(Exercise instructions) Which lines of the listing below contain the word "into"? Return them.

(Source material)
BEGIN

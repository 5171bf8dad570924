/**
 * Flattens MathJax's SVG output (nested groups with translate/scale, nested viewports for
 * stretched glyphs, rules as rectangles) into plain filled paths in absolute coordinates. The
 * result has no transforms, ids, references or fill colours of its own, and its numbers are
 * printed with a fixed precision, so that one label always gives the same bytes.
 */

/** An SVG affine map [a b c d e f]: x' = a x + c y + e, y' = b x + d y + f. */
export type Affine = readonly [number, number, number, number, number, number];

export const IDENTITY: Affine = [1, 0, 0, 1, 0, 0];

/** The map `outer ∘ inner`: inner applied first. */
export function compose(outer: Affine, inner: Affine): Affine {
  const [a, b, c, d, e, f] = outer;
  const [A, B, C, D, E, F] = inner;
  return [a * A + c * B, b * A + d * B, a * C + c * D, b * C + d * D, a * E + c * F + e, b * E + d * F + f];
}

export function apply(m: Affine, x: number, y: number): [number, number] {
  return [m[0] * x + m[2] * y + m[4], m[1] * x + m[3] * y + m[5]];
}

/** Raised for SVG that this flattener does not draw (the caller turns it into a TeX error). */
export class UnsupportedSvgError extends Error {
  override name = "UnsupportedSvgError";
}

const NUMBER = /[+-]?(?:\d+\.?\d*|\.\d+)(?:[eE][+-]?\d+)?/g;

function numbers(text: string): number[] {
  return (text.match(NUMBER) ?? []).map(Number);
}

/** Parses an SVG transform list of translate, scale and matrix (all MathJax writes). */
export function parseTransform(text: string | undefined): Affine {
  let m = IDENTITY;
  if (!text) return m;
  const re = /(\w+)\s*\(([^)]*)\)/g;
  let found: RegExpExecArray | null;
  while ((found = re.exec(text)) !== null) {
    const [, name, args] = found;
    const v = numbers(args);
    let step: Affine;
    if (name === "translate") step = [1, 0, 0, 1, v[0] ?? 0, v[1] ?? 0];
    else if (name === "scale") step = [v[0] ?? 1, 0, 0, v[1] ?? v[0] ?? 1, 0, 0];
    else if (name === "matrix" && v.length === 6) step = v as unknown as Affine;
    else throw new UnsupportedSvgError(`transform ${name}(${args}) is not supported`);
    m = compose(m, step);
  }
  return m;
}

/** Formats a coordinate with at most three decimals, never "-0". */
export function fmt(v: number): string {
  const thousandths = Math.round(v * 1000);
  if (thousandths === 0) return "0";
  // Integer arithmetic: exact, and faster than printing the rounded float.
  const abs = Math.abs(thousandths);
  const whole = Math.floor(abs / 1000);
  const frac = abs % 1000;
  const sign = thousandths < 0 ? "-" : "";
  if (frac === 0) return `${sign}${whole}`;
  const digits = frac < 10 ? `00${frac}` : frac < 100 ? `0${frac}` : `${frac}`;
  return `${sign}${whole}.${digits.replace(/0+$/, "")}`;
}

interface Segment {
  command: "M" | "L" | "C" | "Q" | "Z";
  points: [number, number][];
}

/** Parses path data into absolute M, L, C, Q and Z segments (H, V, S, T and relative forms resolved). */
export function parsePath(d: string): Segment[] {
  const tokens = d.match(/[a-zA-Z]|[+-]?(?:\d+\.?\d*|\.\d+)(?:[eE][+-]?\d+)?/g) ?? [];
  const isCommand = (t: string | undefined) => t !== undefined && t.length === 1 && ((t >= "a" && t <= "z") || (t >= "A" && t <= "Z"));
  const out: Segment[] = [];
  let i = 0;
  let command = "";
  let x = 0;
  let y = 0;
  let startX = 0;
  let startY = 0;
  // The last control point, for the reflections of S and T.
  let lastCubic: [number, number] | null = null;
  let lastQuad: [number, number] | null = null;
  const next = () => {
    const t = tokens[i++];
    if (t === undefined || isCommand(t)) throw new UnsupportedSvgError(`path data ends early: ${d.slice(0, 60)}`);
    return Number(t);
  };
  while (i < tokens.length) {
    if (isCommand(tokens[i])) command = tokens[i++];
    else if (command === "") throw new UnsupportedSvgError(`path data must start with a command: ${d.slice(0, 60)}`);
    const rel = command === command.toLowerCase();
    const ox = rel ? x : 0;
    const oy = rel ? y : 0;
    const upper = command.toUpperCase();
    let cubic: [number, number] | null = null;
    let quad: [number, number] | null = null;
    switch (upper) {
      case "M":
      case "L": {
        x = ox + next();
        y = oy + next();
        out.push({ command: upper, points: [[x, y]] });
        if (upper === "M") {
          startX = x;
          startY = y;
          // Further pairs after a moveto are linetos.
          command = rel ? "l" : "L";
        }
        break;
      }
      case "H":
        x = ox + next();
        out.push({ command: "L", points: [[x, y]] });
        break;
      case "V":
        y = oy + next();
        out.push({ command: "L", points: [[x, y]] });
        break;
      case "C": {
        const p1: [number, number] = [ox + next(), oy + next()];
        const p2: [number, number] = [ox + next(), oy + next()];
        x = ox + next();
        y = oy + next();
        out.push({ command: "C", points: [p1, p2, [x, y]] });
        cubic = p2;
        break;
      }
      case "S": {
        const p1: [number, number] = lastCubic ? [2 * x - lastCubic[0], 2 * y - lastCubic[1]] : [x, y];
        const p2: [number, number] = [ox + next(), oy + next()];
        x = ox + next();
        y = oy + next();
        out.push({ command: "C", points: [p1, p2, [x, y]] });
        cubic = p2;
        break;
      }
      case "Q": {
        const p1: [number, number] = [ox + next(), oy + next()];
        x = ox + next();
        y = oy + next();
        out.push({ command: "Q", points: [p1, [x, y]] });
        quad = p1;
        break;
      }
      case "T": {
        const p1: [number, number] = lastQuad ? [2 * x - lastQuad[0], 2 * y - lastQuad[1]] : [x, y];
        x = ox + next();
        y = oy + next();
        out.push({ command: "Q", points: [p1, [x, y]] });
        quad = p1;
        break;
      }
      case "Z":
        out.push({ command: "Z", points: [] });
        x = startX;
        y = startY;
        break;
      default:
        throw new UnsupportedSvgError(`path command ${command} is not supported`);
    }
    lastCubic = cubic;
    lastQuad = quad;
  }
  return out;
}

/** Path data of `segments` mapped by `m`, absolute commands, fixed precision. */
export function formatPath(segments: Segment[], m: Affine): string {
  let out = "";
  const [a, b, c, d, e, f] = m;
  for (const s of segments) {
    out += s.command;
    for (let i = 0; i < s.points.length; i++) {
      const [px, py] = s.points[i];
      out += `${i > 0 ? " " : ""}${fmt(a * px + c * py + e)} ${fmt(b * px + d * py + f)}`;
    }
  }
  return out;
}

/** The part of an SVG tree the flattener reads: element name, attributes, children, text. */
export interface SvgNode {
  kind: string;
  attributes: Record<string, string | undefined>;
  children: SvgNode[];
  text?: string;
}

interface Box {
  x0: number;
  y0: number;
  x1: number;
  y1: number;
}

function extend(box: Box | null, m: Affine, points: Iterable<[number, number]>): Box | null {
  let b = box;
  for (const [px, py] of points) {
    const [x, y] = apply(m, px, py);
    b = b ? { x0: Math.min(b.x0, x), y0: Math.min(b.y0, y), x1: Math.max(b.x1, x), y1: Math.max(b.y1, y) } : { x0: x, y0: y, x1: x, y1: y };
  }
  return b;
}

const num = (v: string | undefined, fallback = 0) => (v === undefined || v === "" ? fallback : Number(v));

/**
 * Filled outlines of one element as segments in its own coordinates. A rule (rect without a
 * stroke) is a rectangle; a stroked rect (a box frame) is the ring between the outer and the
 * inner edge of its stroke; a stroked line is the quadrilateral that the stroke covers.
 */
function outline(node: SvgNode): Segment[] | null {
  const a = node.attributes;
  const stroke = num(a["stroke-width"]);
  const rect = (x: number, y: number, w: number, h: number, clockwise: boolean): Segment[] => {
    const corners: [number, number][] = clockwise
      ? [[x, y], [x + w, y], [x + w, y + h], [x, y + h]]
      : [[x, y], [x, y + h], [x + w, y + h], [x + w, y]];
    return [{ command: "M", points: [corners[0]] }, ...corners.slice(1).map((p) => ({ command: "L" as const, points: [p] })), { command: "Z", points: [] }];
  };
  switch (node.kind) {
    case "path": {
      if (stroke > 0 && a.fill === "none") throw new UnsupportedSvgError("a stroked path is not supported");
      const d = a.d ?? "";
      return d.trim() === "" ? null : parsePath(d);
    }
    case "rect": {
      const [x, y, w, h] = [num(a.x), num(a.y), num(a.width), num(a.height)];
      if (a.fill === "none") {
        if (stroke <= 0) return null;
        const s = stroke / 2;
        // Opposite windings: the inner rectangle is a hole under the nonzero rule.
        return [...rect(x - s, y - s, w + 2 * s, h + 2 * s, true), ...rect(x + s, y + s, Math.max(0, w - 2 * s), Math.max(0, h - 2 * s), false)];
      }
      return w > 0 && h > 0 ? rect(x, y, w, h, true) : null;
    }
    case "line": {
      const cls = a.class ?? "";
      if (/mjx-(dashed|dotted)/.test(cls)) throw new UnsupportedSvgError("dashed and dotted table lines are not supported");
      // Table rules take their thickness from MathJax's stylesheet (0.07 em) unless given
      // (in em) as stroke-thickness; frame lines carry a stroke-width in drawing units.
      const width = a["stroke-width"] !== undefined ? stroke : a["stroke-thickness"] !== undefined ? num(a["stroke-thickness"]) * 1000 : /mjx-solid/.test(cls) ? 70 : 0;
      if (width <= 0) return null;
      const [x1, y1, x2, y2] = [num(a.x1), num(a.y1), num(a.x2), num(a.y2)];
      const len = Math.hypot(x2 - x1, y2 - y1);
      if (len === 0) return null;
      const nx = (-(y2 - y1) / len) * (width / 2);
      const ny = ((x2 - x1) / len) * (width / 2);
      const corners: [number, number][] = [[x1 + nx, y1 + ny], [x2 + nx, y2 + ny], [x2 - nx, y2 - ny], [x1 - nx, y1 - ny]];
      return [{ command: "M", points: [corners[0]] }, ...corners.slice(1).map((p) => ({ command: "L" as const, points: [p] })), { command: "Z", points: [] }];
    }
    default:
      return null;
  }
}

interface Drawn {
  segments: Segment[];
  m: Affine;
}

/**
 * A nested <svg> is a viewport that clips: MathJax draws a stretched delimiter's or accent's
 * repeated piece 1.5 times too long and lets the viewport cut it to length. Glyph paths carry
 * no clipping here, so along each axis where the content overflows the viewport, the content
 * is scaled to fit it exactly instead. For an extender (a piece that is the same all along
 * its length) that is the same picture.
 */
function fitViewport(node: SvgNode, viewBoxToOut: Affine, drawn: Drawn[], from: number) {
  const [vx, vy, vw, vh] = viewBoxOf(node);
  const toViewBox = invertScaleTranslate(viewBoxToOut);
  let box: Box | null = null;
  for (const item of drawn.slice(from)) {
    box = extend(box, compose(toViewBox, item.m), item.segments.flatMap((s) => s.points));
  }
  if (!box) return;
  const fit = (lo: number, hi: number, v0: number, v1: number): [number, number] =>
    lo < v0 - 1e-6 || hi > v1 + 1e-6 ? [(v1 - v0) / (hi - lo), v0 - ((v1 - v0) / (hi - lo)) * lo] : [1, 0];
  const [sx, tx] = fit(box.x0, box.x1, vx, vx + vw);
  const [sy, ty] = fit(box.y0, box.y1, vy, vy + vh);
  if (sx === 1 && tx === 0 && sy === 1 && ty === 0) return;
  const fitted = compose(viewBoxToOut, [sx, 0, 0, sy, tx, ty]);
  for (const item of drawn.slice(from)) item.m = compose(fitted, compose(toViewBox, item.m));
}

/** x, y, width, height of a nested viewport's viewBox; only unscaled viewports occur in MathJax's output. */
function viewBoxOf(node: SvgNode): [number, number, number, number] {
  const a = node.attributes;
  const w = num(a.width);
  const h = num(a.height);
  const [vx, vy, vw, vh] = a.viewBox ? numbers(a.viewBox) : [0, 0, w, h];
  if (Math.abs(w - vw) > 1e-6 || Math.abs(h - vh) > 1e-6) throw new UnsupportedSvgError("a scaled nested viewport is not supported");
  return [vx, vy, vw, vh];
}

/** Inverse of an affine map without rotation or shear (all that MathJax produces). */
function invertScaleTranslate(m: Affine): Affine {
  const [a, b, c, d, e, f] = m;
  if (b !== 0 || c !== 0) throw new UnsupportedSvgError("a rotated or sheared viewport is not supported");
  return [1 / a, 0, 0, 1 / d, -e / a, -f / d];
}

function walk(node: SvgNode, m: Affine, drawn: Drawn[]) {
  if (node.kind === "#text" || node.kind === "#comment" || node.kind === "title" || node.kind === "desc") return;
  if (node.kind === "text") {
    const text = node.children.map((c) => c.text ?? "").join("");
    throw new UnsupportedSvgError([...text].length === 1 ? `The character ${JSON.stringify(text)} is not in the figure font` : `The characters ${JSON.stringify(text)} are not in the figure font`);
  }
  if (!["g", "svg", "path", "rect", "line"].includes(node.kind)) throw new UnsupportedSvgError(`<${node.kind}> is not supported in figure labels`);
  const own = compose(m, parseTransform(node.attributes.transform));
  if (node.kind === "svg") {
    const from = drawn.length;
    const [vx, vy] = viewBoxOf(node);
    // Equal viewport and viewBox sizes: the viewport map is a translation.
    const inner = compose(own, [1, 0, 0, 1, num(node.attributes.x) - vx, num(node.attributes.y) - vy]);
    for (const child of node.children) walk(child, inner, drawn);
    fitViewport(node, inner, drawn, from);
    return;
  }
  const segments = outline(node);
  if (segments) drawn.push({ segments, m: own });
  for (const child of node.children) walk(child, own, drawn);
}

/**
 * Every drawn element under `root` as a `<path d="…"/>` in the coordinates that `m` maps to,
 * one path per element (so that windings of different glyphs never cancel each other).
 */
export function flattenToPaths(root: SvgNode, m: Affine): string {
  const drawn: Drawn[] = [];
  for (const child of root.children) walk(child, m, drawn);
  return drawn.map((item) => `<path d="${formatPath(item.segments, item.m)}"/>`).join("");
}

END

(Output below)
 * stretched glyphs, rules as rectangles) into plain filled paths in absolute coordinates. The
/** Raised for SVG that this flattener does not draw (the caller turns it into a TeX error). */
/** Parses path data into absolute M, L, C, Q and Z segments (H, V, S, T and relative forms resolved). */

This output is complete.